TO DO »
Taking the line with "Matrix<Number> result(last +" as the first and the line with "const auto left" as the last, set down exactly every line in that range from the entries below, and no more.

DATA Block Start

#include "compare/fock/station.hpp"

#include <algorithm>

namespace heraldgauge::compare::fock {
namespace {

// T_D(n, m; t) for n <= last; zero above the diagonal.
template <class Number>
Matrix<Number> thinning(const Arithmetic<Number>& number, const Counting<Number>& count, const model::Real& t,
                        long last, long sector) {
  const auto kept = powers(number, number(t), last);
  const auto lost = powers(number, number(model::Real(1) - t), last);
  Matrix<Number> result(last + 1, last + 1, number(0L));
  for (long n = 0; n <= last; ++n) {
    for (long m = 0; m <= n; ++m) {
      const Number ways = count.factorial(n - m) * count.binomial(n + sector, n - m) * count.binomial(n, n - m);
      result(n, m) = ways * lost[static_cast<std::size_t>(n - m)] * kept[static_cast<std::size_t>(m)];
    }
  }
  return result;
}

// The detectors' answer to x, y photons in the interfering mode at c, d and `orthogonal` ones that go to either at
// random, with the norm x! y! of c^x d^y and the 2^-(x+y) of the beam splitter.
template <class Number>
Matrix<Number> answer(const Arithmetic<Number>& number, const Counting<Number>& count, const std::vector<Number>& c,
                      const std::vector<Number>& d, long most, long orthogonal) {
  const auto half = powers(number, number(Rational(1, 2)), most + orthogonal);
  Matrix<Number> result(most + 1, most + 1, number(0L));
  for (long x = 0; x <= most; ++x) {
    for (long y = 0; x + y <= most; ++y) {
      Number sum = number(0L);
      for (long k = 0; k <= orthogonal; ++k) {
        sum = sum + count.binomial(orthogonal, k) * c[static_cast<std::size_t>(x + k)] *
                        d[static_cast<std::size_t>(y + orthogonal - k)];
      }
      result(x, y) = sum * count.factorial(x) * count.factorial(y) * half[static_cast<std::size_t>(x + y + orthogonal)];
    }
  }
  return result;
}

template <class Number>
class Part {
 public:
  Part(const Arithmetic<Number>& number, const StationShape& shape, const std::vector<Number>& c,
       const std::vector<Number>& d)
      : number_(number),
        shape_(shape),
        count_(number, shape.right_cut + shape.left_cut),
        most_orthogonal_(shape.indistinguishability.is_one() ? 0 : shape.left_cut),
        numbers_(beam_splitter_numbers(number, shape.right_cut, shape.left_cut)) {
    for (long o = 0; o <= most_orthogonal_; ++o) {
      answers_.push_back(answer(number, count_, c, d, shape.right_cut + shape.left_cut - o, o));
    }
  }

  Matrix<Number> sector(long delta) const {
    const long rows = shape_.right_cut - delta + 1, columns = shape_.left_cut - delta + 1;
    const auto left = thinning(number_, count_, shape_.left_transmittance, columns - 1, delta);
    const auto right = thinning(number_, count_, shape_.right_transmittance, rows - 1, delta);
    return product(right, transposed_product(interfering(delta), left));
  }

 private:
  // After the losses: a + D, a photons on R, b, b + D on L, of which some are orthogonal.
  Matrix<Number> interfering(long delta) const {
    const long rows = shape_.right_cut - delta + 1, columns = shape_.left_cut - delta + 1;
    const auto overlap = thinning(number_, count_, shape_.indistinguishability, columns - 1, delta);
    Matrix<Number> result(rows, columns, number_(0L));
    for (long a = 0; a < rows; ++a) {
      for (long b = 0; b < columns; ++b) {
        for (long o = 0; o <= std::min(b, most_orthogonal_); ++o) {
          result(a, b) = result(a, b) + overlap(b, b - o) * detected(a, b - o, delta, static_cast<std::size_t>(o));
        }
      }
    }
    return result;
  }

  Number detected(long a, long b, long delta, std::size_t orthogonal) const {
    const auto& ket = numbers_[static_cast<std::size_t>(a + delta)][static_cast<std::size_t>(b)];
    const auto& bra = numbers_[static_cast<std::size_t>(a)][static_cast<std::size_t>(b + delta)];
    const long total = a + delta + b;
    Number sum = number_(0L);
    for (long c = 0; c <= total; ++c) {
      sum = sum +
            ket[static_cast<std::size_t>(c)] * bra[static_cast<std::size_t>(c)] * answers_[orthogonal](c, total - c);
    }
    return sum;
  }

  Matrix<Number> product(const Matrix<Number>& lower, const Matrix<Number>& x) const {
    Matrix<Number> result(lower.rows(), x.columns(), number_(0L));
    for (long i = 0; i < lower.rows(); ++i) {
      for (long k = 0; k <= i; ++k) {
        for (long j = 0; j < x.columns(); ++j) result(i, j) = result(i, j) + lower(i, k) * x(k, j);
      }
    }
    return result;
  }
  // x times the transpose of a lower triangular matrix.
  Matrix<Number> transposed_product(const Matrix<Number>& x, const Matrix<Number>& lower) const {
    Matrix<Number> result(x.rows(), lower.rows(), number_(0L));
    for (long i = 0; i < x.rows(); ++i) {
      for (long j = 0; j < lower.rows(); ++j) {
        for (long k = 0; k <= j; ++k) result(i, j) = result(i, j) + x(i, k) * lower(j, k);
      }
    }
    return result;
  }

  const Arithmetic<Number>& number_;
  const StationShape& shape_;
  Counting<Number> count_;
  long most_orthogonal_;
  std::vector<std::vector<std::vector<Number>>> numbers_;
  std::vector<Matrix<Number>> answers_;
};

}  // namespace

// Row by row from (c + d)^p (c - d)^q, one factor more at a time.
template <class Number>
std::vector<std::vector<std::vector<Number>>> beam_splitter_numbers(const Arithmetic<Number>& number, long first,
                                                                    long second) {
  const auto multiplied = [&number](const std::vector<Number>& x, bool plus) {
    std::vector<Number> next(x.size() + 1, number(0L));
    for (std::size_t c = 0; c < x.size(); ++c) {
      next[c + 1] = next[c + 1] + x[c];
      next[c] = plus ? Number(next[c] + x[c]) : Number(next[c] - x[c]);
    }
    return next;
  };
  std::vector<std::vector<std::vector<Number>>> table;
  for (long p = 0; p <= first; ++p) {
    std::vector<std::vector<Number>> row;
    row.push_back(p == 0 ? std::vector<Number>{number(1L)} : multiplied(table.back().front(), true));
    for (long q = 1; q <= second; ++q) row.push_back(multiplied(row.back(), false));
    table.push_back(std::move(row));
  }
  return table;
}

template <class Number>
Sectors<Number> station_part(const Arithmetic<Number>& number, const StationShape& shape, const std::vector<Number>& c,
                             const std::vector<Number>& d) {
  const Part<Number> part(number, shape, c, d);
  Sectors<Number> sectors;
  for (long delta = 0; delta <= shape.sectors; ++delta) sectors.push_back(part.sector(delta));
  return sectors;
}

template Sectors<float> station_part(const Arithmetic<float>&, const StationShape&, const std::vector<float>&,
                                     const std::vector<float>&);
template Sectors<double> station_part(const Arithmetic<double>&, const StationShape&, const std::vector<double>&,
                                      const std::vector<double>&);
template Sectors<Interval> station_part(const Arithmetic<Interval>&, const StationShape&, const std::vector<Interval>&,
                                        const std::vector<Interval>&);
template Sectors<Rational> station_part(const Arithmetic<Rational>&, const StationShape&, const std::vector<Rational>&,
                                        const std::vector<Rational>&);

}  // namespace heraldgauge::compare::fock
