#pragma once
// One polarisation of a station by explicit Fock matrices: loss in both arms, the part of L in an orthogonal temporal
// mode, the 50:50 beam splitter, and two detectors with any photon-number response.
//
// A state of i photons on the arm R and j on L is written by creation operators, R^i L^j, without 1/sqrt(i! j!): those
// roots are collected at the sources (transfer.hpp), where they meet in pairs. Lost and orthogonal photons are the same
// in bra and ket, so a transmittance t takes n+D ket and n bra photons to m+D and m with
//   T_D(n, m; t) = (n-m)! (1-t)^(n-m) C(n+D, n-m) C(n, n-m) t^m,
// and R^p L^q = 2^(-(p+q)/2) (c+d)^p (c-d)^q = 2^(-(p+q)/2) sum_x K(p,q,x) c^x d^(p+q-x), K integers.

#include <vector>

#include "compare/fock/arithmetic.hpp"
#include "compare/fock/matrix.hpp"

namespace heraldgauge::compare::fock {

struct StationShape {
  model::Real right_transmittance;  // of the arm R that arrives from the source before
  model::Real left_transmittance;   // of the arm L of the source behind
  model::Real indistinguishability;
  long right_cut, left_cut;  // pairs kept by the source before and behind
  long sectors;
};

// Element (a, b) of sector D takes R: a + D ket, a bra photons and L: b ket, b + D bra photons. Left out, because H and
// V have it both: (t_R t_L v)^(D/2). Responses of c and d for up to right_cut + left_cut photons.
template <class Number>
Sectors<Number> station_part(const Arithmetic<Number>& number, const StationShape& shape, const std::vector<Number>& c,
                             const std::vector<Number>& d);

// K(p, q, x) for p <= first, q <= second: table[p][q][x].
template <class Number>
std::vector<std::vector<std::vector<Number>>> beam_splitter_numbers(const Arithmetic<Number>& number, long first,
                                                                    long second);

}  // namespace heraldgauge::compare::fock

DATA Block End

SOLUTION »
  Matrix<Number> result(last + 1, last + 1, number(0L));
  for (long n = 0; n <= last; ++n) {
    for (long m = 0; m <= n; ++m) {
      const Number ways = count.factorial(n - m) * count.binomial(n + sector, n - m) * count.binomial(n, n - m);
      result(n, m) = ways * lost[static_cast<std::size_t>(n - m)] * kept[static_cast<std::size_t>(m)];
    }
  }
  return result;
}

// The detectors' answer to x, y photons in the interfering mode at c, d and `orthogonal` ones that go to either at
// random, with the norm x! y! of c^x d^y and the 2^-(x+y) of the beam splitter.
template <class Number>
Matrix<Number> answer(const Arithmetic<Number>& number, const Counting<Number>& count, const std::vector<Number>& c,
                      const std::vector<Number>& d, long most, long orthogonal) {
  const auto half = powers(number, number(Rational(1, 2)), most + orthogonal);
  Matrix<Number> result(most + 1, most + 1, number(0L));
  for (long x = 0; x <= most; ++x) {
    for (long y = 0; x + y <= most; ++y) {
      Number sum = number(0L);
      for (long k = 0; k <= orthogonal; ++k) {
        sum = sum + count.binomial(orthogonal, k) * c[static_cast<std::size_t>(x + k)] *
                        d[static_cast<std::size_t>(y + orthogonal - k)];
      }
      result(x, y) = sum * count.factorial(x) * count.factorial(y) * half[static_cast<std::size_t>(x + y + orthogonal)];
    }
  }
  return result;
}

template <class Number>
class Part {
 public:
  Part(const Arithmetic<Number>& number, const StationShape& shape, const std::vector<Number>& c,
       const std::vector<Number>& d)
      : number_(number),
        shape_(shape),
        count_(number, shape.right_cut + shape.left_cut),
        most_orthogonal_(shape.indistinguishability.is_one() ? 0 : shape.left_cut),
        numbers_(beam_splitter_numbers(number, shape.right_cut, shape.left_cut)) {
    for (long o = 0; o <= most_orthogonal_; ++o) {
      answers_.push_back(answer(number, count_, c, d, shape.right_cut + shape.left_cut - o, o));
    }
  }

  Matrix<Number> sector(long delta) const {
    const long rows = shape_.right_cut - delta + 1, columns = shape_.left_cut - delta + 1;
    const auto left = thinning(number_, count_, shape_.left_transmittance, columns - 1, delta);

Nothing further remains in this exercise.